Assumes 60% input / 40% output token ratio per request. Actual costs may vary based on your usage pattern.
| Parameter | DeepSeek V3.2 Exp | Llama 3 70B Instruct |
|---|---|---|
| Context Window | 164K | 8K |
| Max Output Tokens | 65,536 | 8,000 |
| Open Source | Yes | Yes |
| Created | Sep 29, 2025 | Apr 18, 2024 |
DeepSeek V3.2 Exp scores 77/100 (rank #94) compared to Llama 3 70B Instruct's 41/100 (rank #282), giving it a 37-point advantage. DeepSeek V3.2 Exp is the stronger overall choice, though Llama 3 70B Instruct may excel in specific areas like certain benchmarks.
DeepSeek V3.2 Exp is ranked #94 and Llama 3 70B Instruct is ranked #282 out of 290+ AI models. Rankings use a composite score combining benchmark performance (25%), pricing (25%), context window (15%), recency (15%), output capacity (10%), and versatility (10%). Scores update hourly.
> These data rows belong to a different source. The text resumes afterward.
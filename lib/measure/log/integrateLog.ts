import { formatCount, formatDuration, formatPercent, formatQuantity } from '@/lib/units';

import { findDischarge } from './findDischarge';
import type { DischargeWindow } from './findDischarge';
import { gapChargeShare, indexAt, integrateSpan, meanOver, valueNear } from './integrateSpan';
import type { Gap, SpanSums, Trace } from './integrateSpan';
import { logFailure } from './logTypes';
import type { LogFailure, LogMapping, LogResult, LogSamples, LogWarning } from './logTypes';
import { orderStamps } from './orderStamps';
import { orientCurrent } from './orientCurrent';
import { thinSeries } from './thinSeries';
import { isDated } from './timeStamp';

export type IntegrateLogOptions = Pick<LogMapping, 'window' | 'dischargeSign' | 'gaps'>;

/**
 * Calculation 1: turns the readings of a log into the capacity, energy, mean current, temperatures and voltages of its
 * discharge, by the trapezoid rule on the true time stamps.
 */
export function integrateLog(samples: LogSamples, options: IntegrateLogOptions = {}): LogResult | LogFailure {
  const ordered = orderStamps(samples);
  const oriented = orientCurrent(ordered.samples, options.dischargeSign ?? 'auto');
  if (!oriented.ok) return oriented;
  const warnings = [...samples.warnings, ...ordered.warnings, ...oriented.warnings];
  const trace = traceOf(ordered.samples, oriented.sign, oriented.idleA, ordered.stepS, warnings);
  const found = options.window ? windowByHand(trace, options.window) : findDischarge(trace);
  if (!found) return logFailure('noDischarge', 'No discharge was found in the log.');
  if ('ok' in found) return found;
  const sums = integrateSpan(trace, found.startS, found.endS, options.gaps === 'leaveOut');
  if (!(sums.chargeAh > 0) || !(sums.dischargingS > 0)) {
    return logFailure('noDischarge', 'No charge was taken out in that part of the log.');
  }
  warnings.push(...windowWarnings(trace, found, sums, options.window != null));
  const gaps = gapFigures(sums, options.gaps === 'leaveOut');
  warnings.push(...gapWarnings(sums, trace.stepS, options.gaps === 'leaveOut'));
  const { timeS } = trace;
  const { temperatureC, voltageV, lowestCellV, highestCellV } = trace.samples;
  const startIndex = indexAt(timeS, found.startS);
  const full = fullIndex(trace, found.firstIndex);
  const endIndex = found.lastIndex;
  warnings.push(...counterWarning(trace, startIndex, indexAt(timeS, found.endS), sums.chargeAh));
  return {
    ok: true,
    capacityAh: sums.chargeAh,
    energyWh: sums.energyWh,
    meanCurrentA: (sums.chargeAh * 3600) / sums.dischargingS,
    meanTemperatureC: meanOver(timeS, temperatureC, found.startS, found.endS),
    startTemperatureC: valueNear(temperatureC, startIndex),
    endTemperatureC: valueNear(temperatureC, endIndex),
    startVoltageV: valueNear(voltageV, startIndex),
    endVoltageV: valueNear(voltageV, endIndex),
    lowestCellAtStartV: valueNear(lowestCellV, startIndex),
    highestCellAtStartV: valueNear(highestCellV, startIndex),
    lowestCellAtFullV: full === undefined ? null : valueNear(lowestCellV, full),
    highestCellAtFullV: full === undefined ? null : valueNear(highestCellV, full),
    lowestCellAtEndV: valueNear(lowestCellV, endIndex),
    highestCellAtEndV: valueNear(highestCellV, endIndex),
    durationS: found.endS - found.startS,
    dischargingS: sums.dischargingS,
    windowStartS: found.startS,
    windowEndS: found.endS,
    firstStamp: firstStampOf(samples, ordered.originS),
    rowsRead: samples.rowsRead,
    rowsUsed: sums.rows,
    rowsSkipped: samples.rowsSkipped,
    legs: found.legs,
    ...gaps,
    warnings,
    series: thinSeries(trace),
  };
}

const traceOf = (
  samples: LogSamples,
  sign: 1 | -1,
  idleA: number,
  stepS: number,
  warnings: LogWarning[],
): Trace => {
  const currentA = sign === 1 ? samples.currentA : samples.currentA.map((amps) => -amps);
  const trace = { timeS: samples.timeS, currentA, samples, stepS, idleA };
  if (samples.voltageV) {
    const { values, missing } = filled(samples.voltageV);
    if (missing > 0) {
      warnings.push({
        code: 'voltageMissing',
        text: `${formatCount(missing)} rows have no voltage; the one before was used for the energy.`,
        count: missing,
      });
    }
    return { ...trace, powerW: currentA.map((amps, index) => amps * (values[index] ?? NaN)) };
  }
  if (!samples.powerW) return { ...trace, powerW: null };
  warnings.push({
    code: 'energyFromPower',
    text: 'Without a voltage column the energy was taken from the power.',
  });
  const { values } = filled(samples.powerW);
  // A meter may give power without a sign.
  return {
    ...trace,
    powerW: values.map((watts, index) => Math.abs(watts) * Math.sign(currentA[index] ?? 0)),
  };
};

/** Values carried forward over missing ones (backward at the start), and how many were missing. */
const filled = (channel: Float64Array): { values: Float64Array; missing: number } => {
  let last = channel.find((value) => !Number.isNaN(value)) ?? 0;
  let missing = 0;
  const values = channel.map((value) => {
    if (Number.isNaN(value)) missing += 1;
    else last = value;
    return last;
  });
  return { values, missing };
};

/** Last row before the load that still charges: where the cells were full. Undefined where the log begins later. */
const fullIndex = ({ currentA, idleA }: Trace, firstIndex: number): number | undefined => {
  for (let index = firstIndex - 1; index >= 0; index -= 1) {
    const amps = currentA[index] ?? 0;
    if (amps > idleA) return undefined;
    if (amps < -idleA) return index;
  }
  return undefined;
};

const windowByHand = (
  trace: Trace,
  window: { startS: number; endS: number },
): DischargeWindow | LogFailure => {
  const lastS = trace.timeS.at(-1) ?? 0;
  const [startS, endS] = [Math.max(0, window.startS), Math.min(lastS, window.endS)];
  if (!(endS > startS)) {
    return logFailure(
      'badWindow',
      `Choose a part between 0 and ${formatQuantity(lastS, 's', { decimals: 0 })}.`,
    );
  }
  const [firstIndex, lastIndex] = [indexAt(trace.timeS, startS), lastUnderLoad(trace, startS, endS)];
  return { startS, endS, firstIndex, lastIndex, legs: 1, longestPauseS: 0, chargedOutsideAh: 0, others: 0 };
};

const lastUnderLoad = ({ timeS, currentA, idleA }: Trace, startS: number, endS: number): number => {
  const last = indexAt(timeS, endS);
  for (let index = last; index >= 0 && (timeS[index] ?? 0) >= startS; index -= 1) {
    if ((currentA[index] ?? 0) > idleA) return index;
  }
  return last;
};

const ah = (value: number) => formatQuantity(value, 'Ah', { significant: 3 });

const windowWarnings = (
  trace: Trace,
  found: DischargeWindow,
  sums: SpanSums,
  isByHand: boolean,
): LogWarning[] => {
  const rowAt = (index: number) => trace.samples.row[index] ?? 0;
  const warnings: LogWarning[] = [];
  const add = (code: string, text: string, more: Partial<LogWarning> = {}) =>
    warnings.push({ code, text, ...more });
  if (found.legs > 1) {
    const pause = formatDuration(found.longestPauseS);
    add(
      'legsJoined',
      `The discharge has ${found.legs} legs; they were joined. The longest pause lasts ${pause}.`,
      {
        count: found.legs,
      },
    );
  }
  if (found.chargedOutsideAh > 0.01 * sums.chargeAh) {
    add(
      'chargeLeftOut',
      `Charging before or after the discharge was left out: ${ah(found.chargedOutsideAh)}.`,
    );
  }
  if (found.others > 0) {
    const text = 'The log holds further discharges of similar size; the one with most charge was taken.';
    add('severalDischarges', text, { count: found.others });
  }
  if (sums.chargedAh > 0.001 * sums.chargeAh) {
    add('chargeInside', `${ah(sums.chargedAh)} were charged in between and are taken off.`);
  }
  if (!isByHand && found.firstIndex === 0) {
    add('startsUnderLoad', 'The log begins under load; what was taken out before is not counted.', {
      atRow: rowAt(0),
    });
  }
  if (!isByHand && found.lastIndex === trace.timeS.length - 1) {
    add('endsUnderLoad', 'The log ends under load; what was taken out after is not counted.', {
      atRow: rowAt(found.lastIndex),
    });
  }
  return warnings;
};

/**
 * What a gap's charge may be off by: the current may have stepped from one end's reading to the other's at any time
 * within it, and may have wandered by a tenth besides (judgement); a rectangular distribution, JCGM 100:2008, 4.3.7.
 */
const gapSdAh = ({ chargeAh, currentBeforeA, currentAfterA, lengthS }: Gap): number =>
  ((Math.abs(currentBeforeA - currentAfterA) / 2) * (lengthS / 3600) + 0.1 * chargeAh) / Math.sqrt(3);

const gapFigures = ({ gaps, chargeAh }: SpanSums, isLeftOut: boolean) => {
  let [counted, largest, variance] = [0, 0, 0];
  for (const gap of gaps) {
    // What is left out may be missing whole.
    variance += isLeftOut ? gap.chargeAh ** 2 / 3 : gapSdAh(gap) ** 2;
    if (isLeftOut) continue;
    counted += gap.chargeAh;
    largest = Math.max(largest, gap.chargeAh);
  }
  return {
    gapChargeFraction: counted / chargeAh,
    largestGapFraction: largest / chargeAh,
    gapRelSd: Math.sqrt(variance) / chargeAh,
  };
};

const gapWarnings = (sums: SpanSums, stepS: number, isLeftOut: boolean): LogWarning[] => {
  const warnings: LogWarning[] = [];
  if (stepS > 60) {
    warnings.push({
      code: 'coarse',
      text: `The log has one row every ${formatDuration(stepS)}; short loads may be missed.`,
    });
  }
  const longest = sums.gaps.reduce<Gap | undefined>(
    (one, gap) => (one && one.lengthS >= gap.lengthS ? one : gap),
    undefined,
  );
  if (!longest) return warnings;
  const held = sums.gaps.reduce((total, gap) => total + gap.chargeAh, 0);
  const share = formatPercent(held / (sums.chargeAh + (isLeftOut ? held : 0)), 1);
  const asked = held > gapChargeShare * sums.chargeAh && !isLeftOut;
  warnings.push({
    code: asked ? 'gapHoldsCharge' : 'gap',
    text:
      `${sums.gaps.length === 1 ? 'One gap' : `${formatCount(sums.gaps.length)} gaps`} without rows, the longest of ` +
      `${formatDuration(longest.lengthS)}, ${isLeftOut ? 'left out' : `counted as ${ah(held)} (${share})`}.` +
      (asked ? ' If the load was off in between, leave the gaps out.' : ''),
    count: sums.gaps.length,
    atRow: longest.atRow,
  });
  return warnings;
};

const counterWarning = (trace: Trace, start: number, end: number, chargeAh: number): LogWarning[] => {
  const [from, to] = [valueNear(trace.samples.counterAh, start), valueNear(trace.samples.counterAh, end)];
  if (from === null || to === null) return [];
  const counted = Math.abs(to - from);
  if (Math.abs(counted - chargeAh) <= 0.02 * chargeAh) return [];
  const text = `The log's own counter says ${ah(counted)}, its currents add up to ${ah(chargeAh)}.`;
  return [{ code: 'counterDiffers', text }];
};

const firstStampOf = (samples: LogSamples, originS: number): string | null => {
  if (!isDated(samples.timeFormat)) return null;
  const date = new Date(originS * 1000);
  return Number.isNaN(date.getTime()) ? null : date.toISOString();
};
DeepSeek V3.2 Exp is cheaper at $0.41/M output tokens vs Llama 3 70B Instruct's $0.74/M output tokens - 1.8x more expensive. Input token pricing: DeepSeek V3.2 Exp at $0.27/M vs Llama 3 70B Instruct at $0.51/M.
DeepSeek V3.2 Exp has a larger context window of 163,840 tokens compared to Llama 3 70B Instruct's 8,192 tokens. A larger context window means the model can process longer documents and conversations.